Immediately the voltage of the battery starts to lower, so does the current (as typed: in a higher ratio).
So just after a few mins, Your current through the led (= output) is way under possibility.

a good regulation driver keeps the current to the led at the level chosen

see here:
*red line *is the output.
typical behaviour regulation: keeps level stable, for shorter time (draws higher current)
typical behavior direct-drive (= resistor): immedately dropping light, at lower outputs starting to fade away. longer running while consuming less current
ignore the names, pics chosen just for showing general behaviour.
pics are stolen from flashlightreviews







Your resistored light behaves like down and left


----------



## Oznog (Nov 29, 2008)

Resistors are also inefficient.
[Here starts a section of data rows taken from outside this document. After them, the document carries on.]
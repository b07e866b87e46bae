package org.flexbound.app;

import java.nio.file.Path;
import java.time.LocalTime;
import java.util.concurrent.Callable;
import java.util.concurrent.CountDownLatch;
import java.util.concurrent.TimeUnit;
import picocli.CommandLine.Command;
import picocli.CommandLine.Mixin;
import picocli.CommandLine.Option;
import picocli.CommandLine.Parameters;

@Command(
    mixinStandardHelpOptions = true,
    versionProvider = Version.class,
    sortOptions = false,
    description = {
      "Reduces the readings of a load test to flexibility coefficients.",
      "",
      "LOG is a load-test workbook (.xlsx), or a description (.json) of the files of another program;",
      "flexbound template DIR writes one of each to start from."
    })
final class ReduceCommand implements Callable<Integer> {
  /** How long a save in progress may take before a file is tried again. */
  private static final long PAUSE_MILLISECONDS = 400;

  private final Terminal terminal;

  @Parameters(paramLabel = "LOG", description = "The file to work on.")
  @SuppressWarnings("NullAway.Init") // picocli sets it before call() is called
  private Path file;

  @Option(
      names = "--watch",
      description =
          "Reduce again whenever the log, or a file that it names, is saved; print the verdicts and"
              + " what changed. Ctrl-C ends it.")
  private boolean watch;

  @Mixin private OutputOptions output = new OutputOptions();

  ReduceCommand(Terminal terminal) {
    this.terminal = terminal;
  }

  @Override
  public Integer call() {
    Work work = new Work(terminal, output);
    return (watch ? watch(work) : work.reduce(file)).number();
  }

  private ExitCode watch(Work work) {
    try (FolderSaves saves = new FolderSaves(file.toAbsolutePath().normalize())) {
      CountDownLatch ended = new CountDownLatch(1);
      Thread stop = new Thread(() -> stop(saves, ended), "end of the watch");
      Runtime.getRuntime().addShutdownHook(stop);
      try {
        return new ReductionWatch(
                terminal, work, file, output, saves, LocalTime::now, ReduceCommand::pause)
            .run();
      } finally {
        ended.countDown();
      }
    }
  }

  /** On Ctrl-C: lets what is being written come to its end, and ends as done. */
  private void stop(FolderSaves saves, CountDownLatch ended) {
    saves.close();
    try {
      if (ended.await(30, TimeUnit.SECONDS)) {
        terminal.out().println();
        terminal.out().flush();
        Runtime.getRuntime().halt(ExitCode.DONE.number());
      }
    } catch (InterruptedException hurry) {
      Thread.currentThread().interrupt();
    }
  }

  private static void pause() {
    try {
      TimeUnit.MILLISECONDS.sleep(PAUSE_MILLISECONDS);
    } catch (InterruptedException stop) {
      Thread.currentThread().interrupt();
    }
  }
}
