package org.flexbound.app;

import java.util.Locale;

/**
 * Makes a user's text harmless on a terminal: what would move the cursor, change colours or turn
 * the direction of writing is shown instead of obeyed.
 */
final class PlainText {
  private PlainText() {}

  /**
   * One line of plain text.
   *
   * @param text any text
   * @return the text with controls shown as {@code \n}, {@code \t} or their code
   *     point
   */
  static String of(String text) {
    StringBuilder result = new StringBuilder(text.length());
    text.codePoints().forEach(point -> append(result, point));
    return result.toString();
  }

  private static void append(StringBuilder result, int point) {
    switch (point) {
      case '\n' -> result.append("\\n");
      case '\r' -> result.append("\\r");
      case '\t' -> result.append("\\t");
      default -> {
        int type = Character.getType(point);
        if (type == Character.CONTROL
            || type == Character.FORMAT
            || type == Character.LINE_SEPARATOR
            || type == Character.PARAGRAPH_SEPARATOR) {
          result.append(String.format(Locale.ROOT, "<U+%04X>", point));
        } else {
          result.appendCodePoint(point);
        }
      }
    }
  }

  /**
   * How many columns a terminal uses for a text.
   *
   * @param text plain text
   * @return the columns: none for a combining mark, two for a wide character
   */
  static int width(String text) {
    return text.codePoints().map(PlainText::columns).sum();
  }

  private static int columns(int point) {
    int type = Character.getType(point);
    if (type == Character.NON_SPACING_MARK || type == Character.ENCLOSING_MARK) {
      return 0;
    }
    return isWide(point) ? 2 : 1;
  }

  /** East Asian wide and fullwidth characters and pictographs (Unicode Standard Annex 11). */
  private static boolean isWide(int point) {
    return (point >= 0x1100 && point <= 0x115F)
        || (point >= 0x2E80 && point <= 0xA4CF && point != 0x303F)
        || (point >= 0xAC00 && point <= 0xD7A3)
        || (point >= 0xF900 && point <= 0xFAFF)
        || (point >= 0xFE30 && point <= 0xFE6F)
        || (point >= 0xFF00 && point <= 0xFF60)
        || (point >= 0xFFE0 && point <= 0xFFE6)
        || (point >= 0x1F300 && point <= 0x1FAFF)
        || (point >= 0x20000 && point <= 0x3FFFD);
  }
}
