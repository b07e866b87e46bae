/**
 * The command line: wires the rooms together, prints, and nothing else.
 *
 * <p>In: the words of a command. Out: files in the output folder, a compact summary on the
 * terminal, and an exit code ({@link org.flexbound.app.ExitCode}). Nothing in here ends the virtual
 * machine but {@code main}: {@link org.flexbound.app.Flexbound#run} returns the code, so that a
 * whole command can be tested in process.
 *
 * <ol>
 *   <li>Parse the words; a mistake in them is exit code 2.
 *   <li>Read every file the command names and collect the findings of all of them.
 *   <li>Refuse once, with all findings, where any is an error (exit code 3); nothing is written.
 *   <li>Work the steps, write each output under a temporary name and move it into place, print.
 * </ol>
 */
@NullMarked
package org.flexbound.app;

import org.jspecify.annotations.NullMarked;
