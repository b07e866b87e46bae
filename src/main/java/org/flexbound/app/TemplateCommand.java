package org.flexbound.app;

import java.nio.file.Path;
import java.util.concurrent.Callable;
import picocli.CommandLine.Command;
import picocli.CommandLine.Parameters;

/** Writes a blank workbook and small files to start from. */
@Command(
    mixinStandardHelpOptions = true,
    versionProvider = Version.class,
    sortOptions = false,
    description = {
      "Writes a blank load-test workbook, a small filled one, a small frame model and a study "
          + "that run as they stand. Files that are already there are not touched."
    })
final class TemplateCommand implements Callable<Integer> {
  private final Terminal terminal;

  @Parameters(paramLabel = "DIR", description = "The folder to write to.")
  @SuppressWarnings("NullAway.Init") // picocli sets it before call() is called
  private Path folder;

  TemplateCommand(Terminal terminal) {
    this.terminal = terminal;
  }

  @Override
  public Integer call() {
    return new Templates(terminal).write(folder).number();
  }
}
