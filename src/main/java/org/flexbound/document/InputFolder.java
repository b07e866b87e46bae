package org.flexbound.document;

import java.io.IOException;
import java.io.UncheckedIOException;
import java.nio.file.Files;
import java.nio.file.InvalidPathException;
import java.nio.file.Path;
import java.util.Optional;
import org.flexbound.finding.Findings;
import org.flexbound.finding.Where;

/**
 * The folder of a file that names others: whatever it names must lie within, links followed, so that
 * a file from elsewhere cannot make the program read what was not handed over with it.
 */
public final class InputFolder {
  private final Path folder;
  private final String shown;

  private InputFolder(Path folder, String shown) {
    this.folder = folder;
    this.shown = shown;
  }

  /**
   * The folder in which a file lies.
   *
   * @param file the file that names others
   * @param shownName its name in messages
   * @return its folder
   */
  public static InputFolder of(Path file, String shownName) {
    Path parent = file.toAbsolutePath().getParent();
    int slash = Math.max(shownName.lastIndexOf('/'), shownName.lastIndexOf('\\'));
    return new InputFolder(
        parent == null ? file.toAbsolutePath() : parent,
        slash < 0 ? "" : shownName.substring(0, slash + 1));
  }

  /**
   * A file's name in messages and results: as the naming file's own, with what it says.
   *
   * @param name the name that was found
   * @return the shown name
   */
  public String shown(String name) {
    return shown + name;
  }

  /**
   * Finds a file by the name that another file gives it. Whether it exists is left to its reader.
   *
   * @param name the name that was found, relative to the folder
   * @param where the place of the name
   * @param findings gets what is wrong with the name
   * @return the path; empty where it is not one within the folder
   */
  public Optional<Path> resolve(String name, Where where, Findings findings) {
    Path path;
    try {
      path = Path.of(name);
    } catch (InvalidPathException impossible) {
      findings.add(
          DocumentFinding.OUTSIDE_FOLDER, where, "found '" + name + "', which names no file");
      return Optional.empty();
    }
    if (name.isBlank() || path.isAbsolute()) {
      findings.add(
          DocumentFinding.OUTSIDE_FOLDER,
          where,
          "found '" + name + "'; expected a name relative to the folder of this file");
      return Optional.empty();
    }
    Path file = folder.resolve(path).normalize();
    if (!file.startsWith(folder.normalize()) || leavesByLink(file)) {
      findings.add(
          DocumentFinding.OUTSIDE_FOLDER,
          where,
          "found '" + name + "', which lies outside the folder of this file");
      return Optional.empty();
    }
    return Optional.of(file);
  }

  private boolean leavesByLink(Path file) {
    try {
      return Files.exists(file) && !file.toRealPath().startsWith(folder.toRealPath());
    } catch (IOException refused) {
      throw new UncheckedIOException(refused);
    }
  }
}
That causes 2 problems. One, if you're running on batteries or doing this as a "green" initiative then the consumption is a problem. Two, it's heat- a lot of heat. 5.9W is twice what the LED produces. Now the nice thing is a resistor doesn't NEED to stay nearly as cool as the LED so no need for a fancy heatsink. But the heat does need to be rejected somehow, the resistor cannot be left insulated inside the enclosure with its temp climbing indefinitely. And it can't be allowed to heat up the LED's heatsink because that raises LED die temp.


----------



## shortstack (Nov 29, 2008)

so basically of i try to use a resistor the led wont last long?


----------



## Oznog (Nov 29, 2008)

If you size the resistor so that the LED does not exceed max specified current at the maximum batt voltage and min Vf, then the LED is in no danger to the LED provided it is sunk properly. BUT, it will dim as batt voltage drops.
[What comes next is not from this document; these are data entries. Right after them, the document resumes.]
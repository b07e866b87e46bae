package org.flexbound.app;

import java.io.Console;
import java.io.FileDescriptor;
import java.io.FileOutputStream;
import java.io.IOException;
import java.io.OutputStreamWriter;
import java.io.PrintWriter;
import java.io.UncheckedIOException;
import java.nio.charset.StandardCharsets;
import java.nio.file.Path;
import java.util.List;
import java.util.Optional;
import org.flexbound.finding.Refusal;
import picocli.CommandLine;
import picocli.CommandLine.Help.Ansi;
import picocli.CommandLine.ParameterException;
import picocli.CommandLine.UnmatchedArgumentException;

/** The command line. */
public final class Flexbound {
  private Flexbound() {}

  /**
   * Runs one command and ends the virtual machine with its exit code.
   *
   * @param arguments the words of the command line
   */
  public static void main(String[] arguments) {
    PrintWriter out = writer(FileDescriptor.out);
    PrintWriter err = writer(FileDescriptor.err);
    boolean watched = isTerminal();
    boolean colour = watched && System.getenv("NO_COLOR") == null;
    System.exit(run(List.of(arguments), new Terminal(out, err, colour, watched)));
  }

  @SuppressWarnings("SystemConsoleNull") // the check for Java 22 and later follows below
  private static boolean isTerminal() {
    Console console = System.console();
    if (console == null) {
      return false;
    }
    try {
      // Java 22 and later give a console even where the output is a file, and a method to ask it.
      return (boolean) Console.class.getMethod("isTerminal").invoke(console);
    } catch (ReflectiveOperationException olderJava) {
      return true;
    }
  }

  private static PrintWriter writer(FileDescriptor descriptor) {
    return new PrintWriter(
        new OutputStreamWriter(new FileOutputStream(descriptor), StandardCharsets.UTF_8), true);
  }

  /**
   * Runs one command without ending the virtual machine, without colour.
   *
   * @param arguments the words of the command line
   * @param out where results are printed
   * @param err where messages about what went wrong are printed
   * @return the exit code (see {@link ExitCode})
   */
  public static int run(String[] arguments, PrintWriter out, PrintWriter err) {
    return run(List.of(arguments), new Terminal(out, err));
  }

  private static int run(List<String> arguments, Terminal terminal) {
    ExitCode code;
    try {
      code = execute(arguments, terminal);
    } catch (RuntimeException | StackOverflowError | OutOfMemoryError fault) {
      code = fault(fault, arguments, terminal);
    }
    terminal.out().flush();
    terminal.err().flush();
    return code.number();
  }

  private static ExitCode execute(List<String> arguments, Terminal terminal) {
    CommandLine line = CommandTree.make(terminal);
    line.setOut(terminal.out());
    line.setErr(terminal.err());
    line.setColorScheme(
        CommandLine.Help.defaultColorScheme(terminal.colour() ? Ansi.ON : Ansi.OFF));
    line.setParameterExceptionHandler((problem, words) -> wrongLine(problem, terminal));
    line.setExecutionExceptionHandler(
        (problem, command, parsed) -> failed(problem, arguments, terminal).number());
    int number = line.execute(arguments.toArray(new String[0]));
    for (ExitCode code : ExitCode.values()) {
      if (code.number() == number) {
        return code;
      }
    }
    throw new IllegalStateException("a command ended with the unknown exit code " + number);
  }

  private static int wrongLine(ParameterException problem, Terminal terminal) {
    PrintWriter err = terminal.err();
    CommandLine command = problem.getCommandLine();
    err.println(terminal.bad("flexbound: ") + PlainText.of(String.valueOf(problem.getMessage())));
    UnmatchedArgumentException.printSuggestions(problem, err);
    err.println("Try: " + command.getCommandSpec().qualifiedName() + " --help");
    return ExitCode.COMMAND_LINE.number();
  }

  private static ExitCode failed(Exception problem, List<String> words, Terminal terminal) {
    if (problem instanceof Refusal refusal) {
      new FindingList(terminal).refusal(refusal.findings());
      return ExitCode.REFUSED;
    }
    if (problem instanceof UncheckedIOException || problem instanceof IOException) {
      terminal
          .err()
          .println(terminal.bad("flexbound: ") + PlainText.of(SystemMessage.of(problem)));
      return ExitCode.SYSTEM;
    }
    return fault(problem, words, terminal);
  }

  private static ExitCode fault(Throwable fault, List<String> words, Terminal terminal) {
    PrintWriter err = terminal.err();
    err.println(
        terminal.bad("flexbound: ")
            + "a fault of the program, not of your files: "
            + PlainText.of(fault.toString()));
    Optional<Path> file = FaultReport.write(fault, words);
    err.println(
        file.map(path -> "Please send this file to whoever looks after the program: " + path)
            .orElse("No report of it could be written."));
    return ExitCode.FAULT;
  }
}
If the resistor was sized to the max current of the LED for the mid-range of batt voltages, it may be in danger of degrading due to high currents when the batt voltage is at its highest. It will still dim as the batt voltage drops.

If you have a large ratio between batt voltage and LED voltage, then the LED will be considerably less sensitive to variations in the source voltage. That's like putting 1x 3v LED in series on a 12v system vs 3x 3v LEDs in series. BUT, the efficiency is entirely due to the ratio of Vout/Vin. 3v Vout to LEDs on a 12v system is 25% efficient/75% heat burned in the resistor. Which makes for very poor batt life and a lot of heat that can melt a plastic component, burn you, or heat up the LED heatsink (if thermally connected or nearby). Now if I put 3x 3V LEDs in series efficiency goes up to 75% @12v BUT it is now poorly ballasted and sees wide intensity variations from 14.2v (engine running/batt charging) to 10.5v (batt is dead). It's 3.47x brighter at 14.2v in fact. Not very good! If I size that resistor so it gives the max current the LED can take at 14.2v then it's gonna be a lot dimmer with the engine off and really dim if we wanna use up all the batt's capacity.

On a 12v system, I could make the single 3v LED run nearly 4x longer off the same battery by utilizing a buck converter, AND it will not fade at all as the batt voltage decreases.


----------